# IR2113 Puente H MOSFET



## prometeo01091991 (Feb 1, 2015)

Buenos dias, buscando en el foro y en internet encontré temas y documentos sobre este integrado, y este circuito, asi que me di a la tarea de construir mi propio puente H en base a esos diseños. El problema es que no trabaja bien, al parecer como que se activa Q1 y Q3 al mismo tiempo. Ignoro si me haga falta algún otro componente en mi circuito, si sea un problema debido al voltaje utilizado, o a que se deba.

Opero el puente con un PWM de 30khz, y el motor a 100 Vcd, a la hora de operar,  pareciera como que el motor fuese a pasos (sin serlo) aunque tenga el duty cycle al 100% y el motor sin carga.

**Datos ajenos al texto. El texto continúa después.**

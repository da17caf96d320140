"""Graph input: every format gives the same Graph; cleanup counts; headers and comments;
vertex-data files; split masks; atomic output files."""
from __future__ import annotations

import os

import networkx as nx
import numpy as np
import pytest
import scipy.io
import scipy.sparse as sp

from shardtrain.data import textscan
from shardtrain.data.readers import load_features, load_graph, load_labels, make_masks
from shardtrain.errors import InputError
from shardtrain.files import (
    atomic_directory,
    atomic_output,
    save_npz_atomic,
    write_json_atomic,
    write_text_atomic,
)

# a small graph with one self-loop (3,3), one repeat (0,1) and one reverse repeat (2,1)
EDGES = np.array([[0, 1], [1, 2], [2, 0], [3, 3], [3, 4], [0, 1], [2, 1], [4, 5], [5, 6]])
N = 7


def nx_reference(edges, n):
    """networkx's simple undirected graph of the same edge list (reference library)."""
    g = nx.Graph()
    g.add_nodes_from(range(n))
    g.add_edges_from(map(tuple, edges))
    g.remove_edges_from(nx.selfloop_edges(g))
    return g


def assert_matches_nx(graph, edges, n):
    ref = nx_reference(edges, n)
    a = nx.to_scipy_sparse_array(ref, nodelist=range(n), format="csr")
    assert graph.num_vertices == n
    assert graph.num_edges == ref.number_of_edges()
    assert np.array_equal(graph.indptr, a.indptr)
    assert np.array_equal(graph.indices, a.indices)
    assert graph.indptr.dtype == np.int64 and graph.indices.dtype == np.int64


def write_lines(path, lines):
    path.write_text("".join(line + "\n" for line in lines))
    return path


@pytest.mark.parametrize("suffix,sep", [(".csv", ","), (".tsv", "\t"), (".txt", " "),
                                        (".edges", "  ")])
def test_edge_lists_match_networkx(tmp_path, suffix, sep):
    lines = ["# parcel routes", "% second comment style"] if sep != "," else ["# routes"]
    lines += [f"{u}{sep}{v}" for u, v in EDGES]
    loaded = load_graph(write_lines(tmp_path / f"g{suffix}", lines))
    assert_matches_nx(loaded.graph, EDGES, N)
    assert (loaded.cleanup.self_loops, loaded.cleanup.duplicates) == (1, 2)


def test_npz_and_mtx_match_the_edge_list(tmp_path):
    save_npz_atomic(tmp_path / "g.npz", edges=EDGES)
    assert_matches_nx(load_graph(tmp_path / "g.npz").graph, EDGES, N)
    # general real .mtx written by scipy (the reference writer); each entry is one edge
    coo = sp.coo_matrix((np.ones(len(EDGES)), (EDGES[:, 0], EDGES[:, 1])), shape=(N, N))
    coo.sum_duplicates()
    scipy.io.mmwrite(tmp_path / "g.mtx", coo)
    loaded = load_graph(tmp_path / "g.mtx")
    assert_matches_nx(loaded.graph, EDGES, N)
    assert loaded.cleanup.self_loops == 1
    # symmetric pattern: the stored triangle counts once, so nothing is called a duplicate
    ref = nx_reference(EDGES, N)
    sym = nx.to_scipy_sparse_array(ref, nodelist=range(N), format="coo")
    scipy.io.mmwrite(tmp_path / "s.mtx", sp.coo_matrix(sym), field="pattern",
                     symmetry="symmetric")
    loaded = load_graph(tmp_path / "s.mtx")
    assert_matches_nx(loaded.graph, EDGES, N)
    assert loaded.cleanup.duplicates == 0


def test_mtx_explicit_zero_is_not_an_edge(tmp_path):
    (tmp_path / "z.mtx").write_text("%%MatrixMarket matrix coordinate real general\n"
                                    "3 3 2\n1 2 1.0\n2 3 0.0\n")
    loaded = load_graph(tmp_path / "z.mtx")
    assert loaded.graph.num_edges == 1 and loaded.graph.num_vertices == 3
    assert any("explicit zero" in note for note in loaded.notes)


def test_header_line_is_skipped_and_noted(tmp_path):
    path = write_lines(tmp_path / "g.csv", ["# depots", "from,to", "0,1", "1,2"])
    loaded = load_graph(path)
    assert loaded.graph.num_edges == 2
    assert any("header line 2" in note for note in loaded.notes)


def test_isolated_vertices_from_num_vertices_and_features(tmp_path):
    save_npz_atomic(tmp_path / "g.npz", edges=EDGES, num_vertices=10)
    assert load_graph(tmp_path / "g.npz").graph.num_vertices == 10
    x = np.arange(12 * 3, dtype=np.float64).reshape(12, 3)
    np.save(tmp_path / "x.npy", x)
    write_lines(tmp_path / "g.txt", [f"{u} {v}" for u, v in EDGES])
    loaded = load_graph(tmp_path / "g.txt", features=tmp_path / "x.npy")
    assert loaded.graph.num_vertices == 12 and loaded.graph.degrees[7:].sum() == 0
    assert loaded.graph.features.dtype == np.float64      # float64 input stays float64
    assert np.array_equal(loaded.graph.features, x)
    assert loaded.input_dim == 3


def test_scanner_and_loadtxt_agree_across_chunks(tmp_path, monkeypatch):
    rng = np.random.default_rng(5)
    edges = rng.integers(0, 1000, size=(3000, 2))
    # mixed separators defeat np.loadtxt, so the byte scanner reads this file
    lines = ["# c"] + [f"{u},{v}" if i % 3 else f"{u}\t {v}" for i, (u, v) in enumerate(edges)]
    path = write_lines(tmp_path / "mixed.csv", lines)
    monkeypatch.setattr(textscan, "_CHUNK_BYTES", 97)      # many chunks, lines split across reads
    table = textscan.TextTable(path, kind="int", columns=2, what="edges")
    assert table._read_fast() is None      # the file really took the scanner's path
    assert np.array_equal(table.values.reshape(-1, 2), edges)
    assert table.line_of_row(2999) == 3001
    loaded = load_graph(path)
    assert_matches_nx(loaded.graph, edges, int(edges.max()) + 1)
    # a bad line far from the start is still named by its line number
    lines[2500] = "12,oops"
    with pytest.raises(InputError, match=r"mixed\.csv:2501: 'oops' is not an integer"):
        load_graph(write_lines(tmp_path / "mixed.csv", lines))


def test_features_csv_and_labels_text(tmp_path):
    x = np.array([[0.5, -1.0], [2.0, 3.25], [1e-3, 4.0]])
    write_lines(tmp_path / "x.csv", ["volume,area", *[f"{a},{b}" for a, b in x]])
    got = load_features(tmp_path / "x.csv")
    assert got.dtype == np.float32 and np.allclose(got, x)
    write_lines(tmp_path / "y.txt", ["# role", "1", "-1", "0"])
    assert load_labels(tmp_path / "y.txt").tolist() == [1, -1, 0]
    np.save(tmp_path / "y.npy", np.array([1, -1, 0], dtype=np.int32))
    y = load_labels(tmp_path / "y.npy")
    assert y.dtype == np.int64 and y.tolist() == [1, -1, 0]
    write_lines(tmp_path / "g.txt", ["0 1", "1 2"])
    loaded = load_graph(tmp_path / "g.txt", features=tmp_path / "x.csv",
                        labels=tmp_path / "y.txt", seed=3)
    g = loaded.graph
    assert g.train_mask.tolist() == [True, False, True]  # 1 labelled per class: both train
    assert not (g.val_mask | g.test_mask).any()


def test_input_dim_without_features(tmp_path):
    write_lines(tmp_path / "g.txt", ["0 1"])
    assert load_graph(tmp_path / "g.txt", input_dim=16).input_dim == 16
    assert load_graph(tmp_path / "g.txt").input_dim is None


def test_masks_from_bundle_are_kept(tmp_path):
    labels = np.array([0, 1, 0, 1, -1, 0, 1])
    train = np.array([1, 1, 0, 0, 0, 0, 0], bool)
    val = np.array([0, 0, 1, 1, 0, 0, 0], bool)
    test = np.array([0, 0, 0, 0, 0, 1, 1], bool)
    save_npz_atomic(tmp_path / "g.npz", edges=EDGES, labels=labels, train_mask=train,
                    val_mask=val, test_mask=test)
    g = load_graph(tmp_path / "g.npz").graph
    assert np.array_equal(g.train_mask, train) and np.array_equal(g.test_mask, test)
    assert g.labels.dtype == np.int64


# ----------------------------------------------------------------------------- make_masks

def test_make_masks_follows_the_gcn_protocol():
    # Kipf & Welling (ICLR 2017): 20 labelled vertices per class train, 500 val, 1000 test
    rng = np.random.default_rng(0)
    labels = rng.integers(0, 7, size=5000)
    labels[rng.random(5000) < 0.1] = -1
    train, val, test = make_masks(labels, seed=4)
    assert np.array_equal(np.bincount(labels[train], minlength=7), np.full(7, 20))
    assert val.sum() == 500 and test.sum() == 1000
    assert not (train & val).any() and not (train & test).any() and not (val & test).any()
    assert (labels[train | val | test] >= 0).all()
    again = make_masks(labels, seed=4)
    assert all(np.array_equal(a, b) for a, b in zip((train, val, test), again))
    other = make_masks(labels, seed=5)
    assert not np.array_equal(train, other[0])


def test_make_masks_scales_down_on_small_data():
    labels = np.repeat(np.arange(3), [30, 8, 1])
    train, val, test = make_masks(labels, seed=0)
    assert np.bincount(labels[train], minlength=3).tolist() == [15, 4, 1]
    rest = 39 - 20
    assert val.sum() + test.sum() == rest
    assert val.sum() == (rest * 500) // 1500
    assert not (train & val).any() and not (val & test).any() and not (train & test).any()


# ----------------------------------------------------------------------------- atomic files

def no_temp_left(folder):
    return not [p for p in os.listdir(folder) if p.startswith(".") and "tmp" in p]


def test_atomic_output_keeps_old_file_on_error(tmp_path):
    target = tmp_path / "out.json"
    write_json_atomic(target, {"plans": [1, 2]})
    assert target.read_text() == '{\n "plans": [\n  1,\n  2\n ]\n}\n'
    with pytest.raises(RuntimeError):
        with atomic_output(target) as tmp:
            assert tmp.parent == tmp_path and tmp.name.startswith(".") and "tmp" in tmp.name
            tmp.write_text("half")
            raise RuntimeError("boom")
    assert target.read_text().startswith('{\n "plans"')
    assert no_temp_left(tmp_path)
    write_text_atomic(tmp_path / "t.txt", "x\n")
    assert (tmp_path / "t.txt").read_text() == "x\n" and no_temp_left(tmp_path)


def test_save_npz_atomic_refuses_object_arrays(tmp_path):
    with pytest.raises(TypeError):
        save_npz_atomic(tmp_path / "a.npz", bad=np.array([{}], dtype=object))
    assert not (tmp_path / "a.npz").exists() and no_temp_left(tmp_path)
    save_npz_atomic(tmp_path / "a.npz", x=np.arange(4))
    with np.load(tmp_path / "a.npz", allow_pickle=False) as z:
        assert z["x"].tolist() == [0, 1, 2, 3]


def test_atomic_directory(tmp_path):
    target = tmp_path / "shards"
    with atomic_directory(target) as tmp:
        (tmp / "a").write_text("1")
    assert (target / "a").read_text() == "1"
    with pytest.raises(InputError, match="not empty"):
        with atomic_directory(target):
            pass
    with pytest.raises(RuntimeError):
        with atomic_directory(target, overwrite=True) as tmp:
            (tmp / "b").write_text("2")
            raise RuntimeError("half-built")
    assert sorted(os.listdir(target)) == ["a"]
    with atomic_directory(target, overwrite=True) as tmp:
        (tmp / "b").write_text("2")
    assert sorted(os.listdir(target)) == ["b"]
    assert no_temp_left(tmp_path)


def test_feature_scanner_across_chunks(tmp_path, monkeypatch):
    rng = np.random.default_rng(2)
    x = rng.standard_normal((400, 3))
    # mixed separators again force the byte scanner; repr() keeps every float exact
    # 30 comment lines fill whole chunks with no data (np.fromstring reads blanks as [-1.])
    lines = ["volume,area,staff"] + ["% weekly"] * 30 + [
        f"{a!r},{b!r}\t{c!r}" if i % 2 else f"{a!r} {b!r} {c!r}"
        for i, (a, b, c) in enumerate(x.tolist())]
    monkeypatch.setattr(textscan, "_CHUNK_BYTES", 113)
    got = load_features(write_lines(tmp_path / "x.csv", lines))
    assert np.array_equal(got, x.astype(np.float32))
    lines[330] = "1.0,two,3.0"
    with pytest.raises(InputError, match=r"x\.csv:331: 'two' is not a number"):
        load_features(write_lines(tmp_path / "x.csv", lines))
    lines[330] = "1.0,inf,3.0"
    with pytest.raises(InputError, match=r"x\.csv:331: NaN or infinite"):
        load_features(write_lines(tmp_path / "x.csv", lines))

Ya en este punto tuve que quitar las resistencias de 1k del pcb, porque generaban problemas en mi fuente de 15V, de igual forma, pero al poco tiempo se quemaron los mosfet 1 y 2 

No se si alguien ya haya trabajado este circuito y estos voltajes y me pueda recomendar algo. 

De ante mano, gracias.


----------



## kiwhilario (Feb 1, 2015)

debes tener mucho cuidad cuando accionas el puente H con esa configuracion. Cuando se hace el cambio de flanco en las señales de driveo, por un breve instante se accionan ambos mosfet de un medio puente, eso es muy malo (corto circuito).

Para ello es imperativo usar un Lock Anti-Phase drive junto con un deadtime entre las 2 señales del pwm, esto ultimo es lo importantismo ya que evita el encedido de los mosfet en un mismo medio puente.

te dejo un link muy bueno con informacion de h bridges. 
http://modularcircuits.tantosonline.com/blog/articles/h-bridge-secrets/lock-anti-phase-drive/

Yo he trabajado con circuitos similares y de alta potencia. Siempre coloca un capacitor de 100uF,25v entre 15v y gnd, y otro capacitor de 100uF, 150v entre tus 100v y gnd. Asegurate tener siempre un buen margen de error en los voltajes de los capacitores. 

las resistencias de 1k son opcionales, antes de quitarlas primero prueba agregar el cap de 100uF.


----------



## prometeo01091991 (Feb 1, 2015)

Mil gracias hermano, en verdad estaba sumamente perdido, voy a rehacer mi circuito en base a tus consejos y a leer el articulo, cualquier duda me podrías aconsejar un poco mas? si no es mucha molestia


----------



## prometeo01091991 (Feb 1, 2015)

Ya le di una hojeada a la información, y, por lo que entiendo hay que darle un tiempo de descarga a las bobinas del motor, antes de cambiar el sentido de giro, lo mantendré en consideración para el programa . 

De igual forma el evitar que entren las 2 faces al mismo tiempo, como dijiste, ya que un corto a ese voltaje seria horrible . 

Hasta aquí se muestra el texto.